Greece Banks Closed All Week, Puerto Rico Can't Pay Off Debts, DHS Warns of Unspecified July 4th Terrorist Threat: A.M. Links

|

  • Express Monorail/flickr

    Banks in Greece will be closed all week per an order from the government after the European Central Bank decided not to extend emergency funding, but public transportation will be free.  The governor of Puerto Rico, meanwhile, announced the U.S territory cannot pay its $72 billion public debt and hopes to defer debt payments while renegotiating with creditors.

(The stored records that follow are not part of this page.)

import { describe, expect, it } from 'vitest';
import { ditherConflicts, ditherLines } from '../dither/dither-lines.js';
import { DomainError } from '../errors/domain-error.js';
import { seekingLaws } from '../seeking/seeking-laws.js';
import { rippleLaws, sizeLaw } from './size-law.js';
import { lawIds } from './sized-laws.cases.fixture.js';
import { sizeSeeking } from './size-seeking.js';
import type { SizingPlant } from './sizing-plant.schema.js';

/** n actuators that each look to their neighbours: eigenvalues of the curvature lie between 1 and 3. */
function plantWith(n: number, change: Partial<SizingPlant> = {}): SizingPlant {
  const row = (i: number) =>
    Array.from({ length: n }, (_, j) => (i === j ? 2 : Math.abs(i - j) === 1 ? 0.5 : 0));
  return {
    scanS: 0.1,
    timeConstantsS: [1.5],
    noise: { sigma: 0.01 },
    curvature: Array.from({ length: n }, (_, i) => row(i)),
    actuators: Array.from({ length: n }, () => ({ min: -10, max: 10 })),
    ...change,
  };
}

const demands = { lossAllowed: 0.02 };

function faultOf(act: () => unknown): DomainError {
  try {
    act();
  } catch (error) {
    if (error instanceof DomainError) return error;
    throw error;
  }
  throw new Error('It was not refused.');
}

describe('sizing of any law', () => {
  it('agrees with the sizing of the gradient law alone', () => {
    const one = sizeSeeking({
      scanS: 0.1,
      timeConstantsS: [1.5],
      noise: 0.01,
      curvature: 2,
      lossAllowed: 0.02,
    });
    const { parameters, predicted } = sizeLaw('gradient', plantWith(1), demands);
    const [axis] = parameters.axes;
    expect(axis).toMatchObject({
      amplitude: expect.closeTo(one.amplitude, 12) as number,
      periodS: expect.closeTo(one.periodS, 9) as number,
      gain: expect.closeTo(one.gain, 9) as number,
      phaseRad: expect.closeTo(one.phaseRad, 9) as number,
      speedMax: expect.closeTo(one.speedMax, 9) as number,
    });
    expect(predicted.convergenceS).toBeCloseTo(one.predicted.convergenceS, 9);
    expect(predicted.noiseLoss).toBeCloseTo(one.predicted.noiseLoss, 12);
  });

  it.each(lawIds)('gives %s complete parameters for as many actuators as it steers, 16 at most', (lawId) => {
    const most = Math.min(16, seekingLaws[lawId].actuatorsMax);
    for (const n of [1, 2, 3, 5, most]) {
      const size = sizeLaw(lawId, plantWith(n), demands);
      expect(size.parameters).toEqual(seekingLaws[lawId].parametersSchema.parse(size.parameters));
      expect(size.parameters.axes).toHaveLength(n);
      const ripple = size.predicted.rippleLoss;
      expect(ripple).toBeLessThan(0.02 * (1 + 1e-9));
      expect(ripple).toBeGreaterThan(0.0199);
    }
  });

  it.each(['gradient', 'newton'] as const)('keeps the dithers of %s apart as the law needs it', (lawId) => {
    const { ditherPeriodsS, margins } = sizeLaw(lawId, plantWith(6), demands);
    const slowest = Math.max(...ditherPeriodsS);
    const lines = ditherLines(
      ditherPeriodsS.map((periodS) => slowest / periodS),
      lawId,
    );
    // A quarter of the distance is the fastest that the law adapts.
    const rate = (sizeLaw(lawId, plantWith(6), demands).ratePerS ?? NaN) * (slowest / (2 * Math.PI));
    expect(ditherConflicts(lines, 4 * rate * (1 - 1e-9))).toEqual([]);
    expect(margins.linesOverAdaptation).toBeGreaterThan(4 * (1 - 1e-9));
  });

  it('keeps dithers out of forbidden bands', () => {
    const free = sizeLaw('gradient', plantWith(1), demands).ditherPeriodsS[0]!;
    const forbidden = [{ fromHz: 0.9 / free, toHz: 1.2 / free }];
    const kept = sizeLaw('gradient', plantWith(1), { ...demands, forbidden }).ditherPeriodsS[0]!;
    expect(1 / kept).toBeLessThan(0.9 / free);
  });

  it('slows down for noise, for noise that is dense at the dither, and for a curvature badly known', () => {
    const rate = (change: Partial<SizingPlant>) =>
      sizeLaw('gradient', plantWith(1, change), demands).ratePerS!;
    const quick = rate({});
    expect(rate({ noise: { sigma: 1 } })).toBeLessThan(quick / 2);
    expect(rate({ noise: { sigma: 0.2, slope: 2, referenceHz: 1 } })).toBeLessThan(
      rate({ noise: { sigma: 0.2 } }) / 2,
    );
    expect(rate({ curvatureErrors: [1] })).toBeCloseTo(quick / 2, 9);
    expect(sizeLaw('gradient', plantWith(1, { curvatureErrors: [1] }), demands).remarks[0]).toMatch(/50 %/);
  });

  it('sizes simultaneous perturbation by the guidelines of its author, without fading where there is drift', () => {
    const still = sizeLaw('spsa', plantWith(1), { ...demands, seekS: 2000 }).parameters;
    expect([still.gainExponent, still.amplitudeExponent]).toEqual([0.602, 0.101]);
    const trials = 2000 / (2 * still.dwellS);
    expect(Math.abs(still.stability / (trials / 10) - 1)).toBeLessThan(0.05);
    const actuators = [{ min: -10, max: 10, driftPerS: 0.001 }];
    const drifting = sizeLaw('spsa', plantWith(1, { actuators }), demands).parameters;
    expect([drifting.gainExponent, drifting.amplitudeExponent]).toEqual([0, 0]);
  });

  it('waits for the plant, and for the noise, before perturb-and-observe decides', () => {
    const { dwellS, settleS, axes } = sizeLaw('perturb-observe', plantWith(1), demands).parameters;
    expect(settleS).toBeGreaterThanOrEqual(4 * 1.5);
    const noisy = sizeLaw('perturb-observe', plantWith(1, { noise: { sigma: 0.2 } }), demands).parameters;
    // 72·σ²/(f''Δ²)² scans.
    const scans = (72 * 0.04) / (2 * axes[0]!.amplitude ** 2) ** 2;
    expect((noisy.dwellS - noisy.settleS) / 0.1).toBeCloseTo(Math.ceil(scans), 6);
    expect(noisy.dwellS).toBeGreaterThan(dwellS);
  });

  it('lets Newton begin at the whole curvature that the survey found', () => {
    const { parameters } = sizeLaw('newton', plantWith(3), demands);
    expect(parameters.axes.map(({ curvature }) => curvature)).toEqual([2, 2, 2]);
    expect(parameters.crossCurvatures).toEqual([[0.5], [0, 0.5]]);
    expect(parameters.inverseRate).toBeLessThan(parameters.rate / 3);
  });

  it('says why it cannot predict what has no closed form', () => {
    for (const lawId of lawIds) {
      const { predicted, unpredicted } = sizeLaw(lawId, plantWith(2), demands);
      const missing = Object.entries(predicted).flatMap(([name, value]) => (value === null ? [name] : []));
      expect(Object.keys(unpredicted).sort()).toEqual(missing.sort());
    }
  });

  it('remarks that a ridge needs Newton, and a drift that is too fast', () => {
    const ridge = plantWith(2, {
      curvature: [
        [1, 0.98],
        [0.98, 1],
      ],
    });
    expect(sizeLaw('gradient', ridge, demands).remarks.join()).toMatch(/Newton/);
    expect(sizeLaw('newton', ridge, demands).remarks.join()).not.toMatch(/Newton/);
    const actuators = [{ min: -10, max: 10, driftPerS: 1 }];
    expect(sizeLaw('gradient', plantWith(1, { actuators }), demands).remarks.join()).toMatch(/drifts/);
  });

  it('refuses by field what it cannot size', () => {
    const field = (act: () => unknown) => faultOf(act).details[0]?.field;
    expect(field(() => sizeLaw('newton', plantWith(9), demands))).toBe('actuators');
    expect(field(() => sizeLaw('gradient', plantWith(1, { curvature: [[-1]] }), demands))).toBe('curvature');
    expect(field(() => sizeLaw('gradient', plantWith(1), { lossAllowed: 0 }))).toBe('lossAllowed');
    expect(field(() => sizeLaw('newton', plantWith(1), { ...demands, dither: 'measured' }))).toBe('dither');
    expect(field(() => sizeLaw('slope', plantWith(1), { ...demands, dither: 'measured' }))).toBe(
      'actuators.0.ripple',
    );
    const coarse = plantWith(1, { actuators: [{ min: -10, max: 10, resolution: 1 }] });
    for (const lawId of lawIds) expect(field(() => sizeLaw(lawId, coarse, demands))).toBe('amplitude');
    expect(rippleLaws).toEqual(['gradient', 'slope', 'constrained', 'least-squares']);
  });
});
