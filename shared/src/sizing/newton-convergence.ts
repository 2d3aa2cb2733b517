import { convergedShare } from './predict-seeking.js';

/** One principal direction of the curvature, scaled so that the law's first guess of it is 1. */
export interface NewtonDirection {
  /** True curvature λ over the guess. */
  curvature: number;
  /** Rate with which the estimate approaches the best point once the curvature is known, 1/s. */
  rate: number;
  /** Of the Riccati filter, 1/s, and corner of the low-pass of the second derivatives, rad/s. */
  inverseRate: number;
  hessianRadPerS: number;
  /** Corner of the low-pass of the slope, rad/s, and time in which filters settle before the law moves, s. */
  lowPassRadPerS: number;
  settleS: number;
}

const stepsPerTime = 100;
const timesMax = 1000;

/**
 * Time until a tenth of the distance is left along one direction, by stepping the averaged equations
 * h' = ωh·(λ − h), P' = ωr·(h − P), g' = ωl·(λ·x − g), x' = −κ·g/P from h = P = 1. With ωh and ωl far above κ it is
 * ln((10^(ωr/κ) − 1 + λ)/λ)/ωr after the settling.
 *
 * @returns s; NaN where the curvature is not positive
 * @source the averaged system of A. Ghaffari, M. Krstić and D. Nešić (2012), Automatica 48:1759–1767 (from memory),
 * with the filters of this law; the closed form is its integral, derived here
 */
export function newtonConvergence(direction: NewtonDirection): number {
  const { curvature, rate, inverseRate, hessianRadPerS, lowPassRadPerS, settleS } = direction;
  if (!(curvature > 0)) return NaN;
  const dtS = 1 / (stepsPerTime * Math.max(rate, inverseRate, hessianRadPerS, lowPassRadPerS));
  let distance = 1;
  let inverse = 1;
  let seen = curvature + (1 - curvature) * Math.exp(-hessianRadPerS * settleS);
  let slope = curvature * (1 - Math.exp(-lowPassRadPerS * settleS));
  const endS = timesMax / rate;
  for (let tS = settleS; tS < endS; tS += dtS) {
    if (distance <= convergedShare) return tS;
    seen += hessianRadPerS * (curvature - seen) * dtS;
    inverse += inverseRate * (seen - inverse) * dtS;
    slope += lowPassRadPerS * (curvature * distance - slope) * dtS;
    distance -= ((rate * slope) / inverse) * dtS;
  }
  return NaN;
}
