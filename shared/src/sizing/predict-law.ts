import type { LawMargins, LawPrediction } from './law-size.types.js';
import { loopMargins, type TimeScaleMargins } from './loop-margins.js';
import { slowRate, type AveragedLoop } from './averaged-loop.js';
import { newtonConvergence } from './newton-convergence.js';
import { couplingOf, type AxisLoop, type SizedLoops } from './size-loops.js';
import { convergedShare, convergenceTime } from './predict-seeking.js';
import type { CheckedPlant } from './sizing-plant.schema.js';
import { symmetricEigen } from './symmetric-eigen.js';

/** What follows from gains; `rate` is along the fastest direction, `slowRate` along the slowest, 1/s. */
export interface LoopRates {
  rate: number;
  slowRate: number;
}

/**
 * Predicts a law that demodulates and integrates θ̂' = k·ξ around a quadratic.
 *
 * - Convergence: that of one loop (`convergenceTime`) with the rate of the slowest direction; without low-pass one
 *   period and an exponential.
 * - Ripple: Σ f_ii·a_i²/4, exact since the dithers do not meet.
 * - Noise: each slope has the density q_i = 2σ²·dt·|H|²/a_i². With θ' = −K·H·θ + noise the stationary loss
 *   ½·tr(H·P), from K·H·P + P·H·K = Q, is ¼·Σ k_i·q_i/ρ_i whatever the coupling (in coordinates K^{−½}θ the
 *   drift matrix is symmetric, and the loss ½·Σ λ·Q/(2λ)).
 * - Drift: v is followed (K·H)⁻¹·v behind, at a loss of half of that in H.
 *
 * @param gains k_i
 */
export function predictGradientLaw(
  plant: CheckedPlant,
  { axes }: SizedLoops,
  gains: readonly number[],
  rates: LoopRates,
): LawPrediction {
  const speeds = axes.map(({ share }, i) => plant.actuators[i]!.driftPerS / (gains[i]! * share));
  const driftLag = solveCurvature(plant.curvature, speeds);
  const noise = axes.map((axis, i) => (gains[i]! * slopeDensity(axis)) / (4 * axis.share));
  return {
    convergenceS: convergenceOf(slowestAxis(axes).loop, slowestAxis(axes).share, rates.slowRate),
    rippleLoss: rippleLossOf(axes),
    noiseLoss: noise.reduce((sum, loss) => sum + loss, 0),
    driftLag,
    driftLoss: quadratic(plant.curvature, driftLag) / 2,
    gradientNoise: axes.map(gradientNoiseOf),
  };
}

/**
 * As `predictGradientLaw`, for θ̂' = rate·Γ·ξ with Γ the inverse of the curvature: κ = rate·ρ everywhere once Γ is
 * known, which is from the beginning where the survey was right.
 */
export function predictNewtonLaw(
  plant: CheckedPlant,
  { axes, slowest: spread }: SizedLoops,
  { rate, inverseRate, hessianRatio }: { rate: number; inverseRate: number; hessianRatio: number },
): LawPrediction {
  const inverse = inverseDiagonal(plant.curvature);
  const slowest = slowestAxis(axes);
  const driftLag = axes.map(({ share }, i) => plant.actuators[i]!.driftPerS / (rate * share));
  const noise = axes.map((axis, i) => (rate * slopeDensity(axis) * inverse[i]!) / (4 * axis.share));
  return {
    convergenceS: newtonConvergence({
      // The survey has told the whole curvature.
      curvature: spread > 0 ? 1 : NaN,
      rate: rate * slowest.share,
      inverseRate,
      hessianRadPerS: hessianRatio * slowest.loop.omegaRadPerS,
      lowPassRadPerS: slowest.loop.lowPassRadPerS,
      settleS: (2 * Math.PI) / slowest.loop.omegaRadPerS,
    }),
    rippleLoss: rippleLossOf(axes),
    noiseLoss: noise.reduce((sum, loss) => sum + loss, 0),
    driftLag,
    driftLoss: quadratic(plant.curvature, driftLag) / 2,
    gradientNoise: axes.map(gradientNoiseOf),
  };
}

const slowestAxis = (axes: readonly AxisLoop[]): AxisLoop =>
  axes.reduce((a, b) => (b.loop.omegaRadPerS < a.loop.omegaRadPerS ? b : a));

/** Time until a tenth of the distance is left, of one loop whose error decays with `rate` at first. */
function convergenceOf(loop: AveragedLoop, share: number, rate: number): number {
  const settleS = (2 * Math.PI) / loop.omegaRadPerS;
  if (loop.lowPassRadPerS === Infinity) return settleS - Math.log(convergedShare) / rate;
  const whole = { ...loop, loopRate: rate / share };
  return Number.isNaN(slowRate(whole)) ? NaN : convergenceTime(whole, rate);
}

export const rippleLossOf = (axes: readonly AxisLoop[]): number =>
  axes.reduce((sum, { curvature, amplitude }) => sum + (curvature * amplitude * amplitude) / 4, 0);

/** Density of the demodulated noise, q = 2σ²·dt/a². */
export const slopeDensity = ({ noise, loop, amplitude }: AxisLoop): number =>
  (2 * noise * noise * loop.scanS) / (amplitude * amplitude);

/** Behind the low-pass; without one, from scan to scan. */
function gradientNoiseOf(axis: AxisLoop): number {
  const { lowPassRadPerS, scanS } = axis.loop;
  const band = lowPassRadPerS === Infinity ? 1 / scanS : lowPassRadPerS / 2;
  return Math.sqrt(slopeDensity(axis) * band);
}

/** xᵀ·H·x */
const quadratic = (matrix: readonly (readonly number[])[], x: readonly number[]): number =>
  matrix.reduce((sum, row, i) => sum + x[i]! * row.reduce((inner, h, j) => inner + h * x[j]!, 0), 0);

/** Solution of H·x = b; infinite where H has no inverse that is positive. */
function solveCurvature(matrix: readonly (readonly number[])[], b: readonly number[]): number[] {
  const { values, vectors } = symmetricEigen(matrix);
  return b.map((_, i) =>
    vectors.reduce((sum, vector, m) => {
      const along = vector.reduce((inner, v, j) => inner + v * b[j]!, 0);
      return along === 0 ? sum : sum + (vector[i]! * along) / Math.max(values[m]!, 0);
    }, 0),
  );
}

/** Diagonal of the inverse of the curvature. */
export function inverseDiagonal(matrix: readonly (readonly number[])[]): number[] {
  return matrix.map(
    (_, i) =>
      solveCurvature(
        matrix,
        matrix.map((__, j) => (i === j ? 1 : 0)),
      )[i]!,
  );
}

/** Least margins of a law with periodic dithers that adapts at `rate` along its fastest direction. */
export function leastMargins({ axes, apartRadPerS }: SizedLoops, rate: number): LawMargins {
  const each = axes.map(({ loop }) => loopMargins(loop, rate));
  const least = (name: keyof TimeScaleMargins) => Math.min(...each.map((margins) => margins[name]));
  const lowPass = least('lowPassOverSwing');
  return {
    plantOverDither: least('plantOverDither'),
    ditherOverAdaptation: least('ditherOverAdaptation'),
    lowPassOverSwing: Number.isFinite(lowPass) ? lowPass : null,
    linesOverAdaptation: Number.isFinite(apartRadPerS) ? apartRadPerS / rate : null,
    delayMargin: least('delayMargin'),
    scansPerPeriod: least('scansPerPeriod'),
  };
}

/** Rates along the fastest and the slowest direction where the fastest has been set. */
export function ratesOf(plant: CheckedPlant, rate: number): LoopRates {
  return { rate, slowRate: rate * couplingOf(plant.curvature).slowest };
}
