import { DomainError } from '../errors/domain-error.js';
import { seekingLaws, type SeekingLawId } from '../seeking/seeking-laws.js';
import type { LawSize } from './law-size.types.js';
import { loopKinds, type PeriodicLawId } from './loop-kinds.js';
import { sizePeriodicLaw } from './size-periodic-law.js';
import { sizePerturbObserve } from './size-perturb-observe.js';
import { sizeSpsa } from './size-spsa.js';
import {
  checkedForSizing,
  sizingDemandsSchema,
  sizingPlantSchema,
  type CheckedPlant,
  type SizingDemands,
  type SizingPlant,
} from './sizing-plant.schema.js';

/**
 * Sizes any seeking law from what identification knows of the plant: a complete set of parameters, with what the
 * law will do with them. How each law is sized stands at `sizePeriodicLaw`, `sizeSpsa` and `sizePerturbObserve`.
 *
 * @throws analysis.invalid-input where what is given has faults, where no amplitude will do, or where no dithers can
 * be planned; with the field to change
 * @example
 * sizeLaw('newton', { scanS: 0.1, noise: { sigma: 0 }, curvature: [[2]], actuators: [{ min: -5, max: 5 }] }, { lossAllowed: 0.005 }).amplitudes // [0.1]
 */
export function sizeLaw<Id extends SeekingLawId>(
  lawId: Id,
  plant: SizingPlant,
  demands: SizingDemands,
): LawSize<Id> {
  const known = checkedForSizing(sizingPlantSchema, plant);
  const { actuatorsMax } = seekingLaws[lawId];
  if (known.actuators.length > actuatorsMax) {
    throw fault('actuators', `This law steers ${actuatorsMax} actuators at most: seek with fewer at once.`);
  }
  const wanted = checkedForSizing(sizingDemandsSchema, demands);
  if (wanted.dither === 'measured') requireRipple(lawId, known);
  const size: LawSize =
    lawId === 'spsa'
      ? sizeSpsa(known, wanted)
      : lawId === 'perturb-observe'
        ? sizePerturbObserve(known, wanted)
        : sizePeriodicLaw(lawId, known, wanted);
  return size as LawSize<Id>;
}

function fault(field: string, message: string): DomainError {
  return new DomainError('analysis.invalid-input', message, [{ field, message }]);
}

function requireRipple(lawId: SeekingLawId, { actuators }: CheckedPlant): void {
  if (!rippleLaws.includes(lawId)) {
    throw fault(
      'dither',
      `This law injects its own dither; with the plant's ripple work: ${rippleLaws.join(', ')}.`,
    );
  }
  const missing = actuators.findIndex(({ ripple }) => ripple === null);
  if (missing === -1) return;
  throw fault(
    `actuators.${missing}.ripple`,
    'Measure amplitude and period of the ripple of this actuator first.',
  );
}

/** Laws that can work with the plant's own ripple when they are sized by `sizeLaw`. */
export const rippleLaws: readonly SeekingLawId[] = (Object.keys(loopKinds) as PeriodicLawId[]).filter(
  (id) => id !== 'newton' && id !== 'discrete' && id !== 'bounded-rate',
);
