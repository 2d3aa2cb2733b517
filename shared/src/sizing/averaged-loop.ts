import { complex, lagOf, sampledAnswer, sizeOf, times, type PlantDynamics } from './plant-answer.js';

/** The gradient law around a quadratic, as far as its averaged motion goes. */
export interface AveragedLoop {
  plant: PlantDynamics;
  scanS: number;
  omegaRadPerS: number;
  washoutRadPerS: number;
  lowPassRadPerS: number;
  phaseRad: number;
  /** Gain times size of the second derivative, 1/s. */
  loopRate: number;
}

/** Share of the slope that demodulation recovers: Re[e^{jφ}F(jω)H(jω)] (Krstić & Wang 2000). */
export function recoveredSlope(loop: AveragedLoop): number {
  return sideband(loop, 0);
}

/** Lag of plant and washout at the dither frequency, which the demodulation has to make up for, rad. */
export function lagAtDither(loop: Omit<AveragedLoop, 'phaseRad' | 'loopRate'>): number {
  const answer = sampledAnswer(loop.plant, loop.washoutRadPerS, loop.scanS, complex(0, loop.omegaRadPerS));
  return lagOf(answer);
}

/** Size of the answer of the washout alone, with which noise comes through. */
export function washoutAtDither({ scanS, omegaRadPerS, washoutRadPerS }: AveragedLoop): number {
  const none = { timeConstantsS: [], deadTimeS: 0 };
  return sizeOf(sampledAnswer(none, washoutRadPerS, scanS, complex(0, omegaRadPerS)));
}

/** What is recovered of a slope that changes as e^{st}: ½[e^{jφ}G(s + jω) + e^{−jφ}G(s − jω)], real for real s. */
function sideband({ plant, washoutRadPerS, scanS, omegaRadPerS, phaseRad }: AveragedLoop, s: number): number {
  const answer = sampledAnswer(plant, washoutRadPerS, scanS, complex(s, omegaRadPerS));
  return times(complex(Math.cos(phaseRad), Math.sin(phaseRad)), answer).re;
}

/**
 * Slow root r > 0 of the averaged loop s + κ₀·L(s)·G̃(s) = 0 at s = −r, where L is the low-pass and G̃ the demodulated
 * answer of plant and washout: the rate with which the error ends up decaying.
 *
 * @returns 1/s; NaN where the loop is so fast that it swings and has no real root
 * @source the averaged linear loop of K. B. Ariyur and M. Krstić (2003), "Real-Time Optimization by
 * Extremum-Seeking Control", section 1.2 (from memory); without lags it is s² + ωl·s + ωl·κ = 0
 */
export function slowRate(loop: AveragedLoop): number {
  const { loopRate, lowPassRadPerS: corner } = loop;
  const balance = (r: number) => (loopRate * corner * sideband(loop, -r)) / (corner - r) - r;
  const steps = 400;
  let below = 0;
  for (let i = 1; i < steps; i += 1) {
    const r = (i / steps) * corner;
    if (balance(r) <= 0) return bisected(balance, below, r);
    below = r;
  }
  return NaN;
}

function bisected(balance: (r: number) => number, low: number, high: number): number {
  let [below, above] = [low, high];
  for (let i = 0; i < 60; i += 1) {
    const middle = (below + above) / 2;
    if (balance(middle) > 0) below = middle;
    else above = middle;
  }
  return (below + above) / 2;
}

  • A bulletin from the Department of Homeland Security and other federal authorities warns of a potential terrorist attack on the Fourth of July but does not mention a specific plot.
  • The SpaceX Falcon 9, which was headed for the International Space Station, blew up minutes after launch—it's the third resupply mission to the station to fail in the last eight months.
  • The attorney general in Texas told county officials they don't have to issue same-sex marriage licenses if they had religious objections, but warned they could still be sued for refusing to issue licenses.
  • The second of two New York state prison escapees was shot and captured near the Canadian border; the first was shot and killed on Friday.
  • The activist group Radical Faeries called on San Francisco Pride to drop Facebook as a sponsor because the social media network doesn't allow people to use assumed names on the site, which the group says unfairly harms LGBTQ people.
  • A petition has been started to get NBC to cancel Donald Trump's franchises with the network, the Miss USA and Miss Universe pageants and The Apprentice, over comments he made calling immigrants crossing the Mexican border illegally rapists, drug dealers, and criminals. "I am not worth $4.1 billion," wrote the petition's creator, Guillermo Castañeda, "but my people spend way more than that on your advertisers. We have a voice and we decide the future of this country."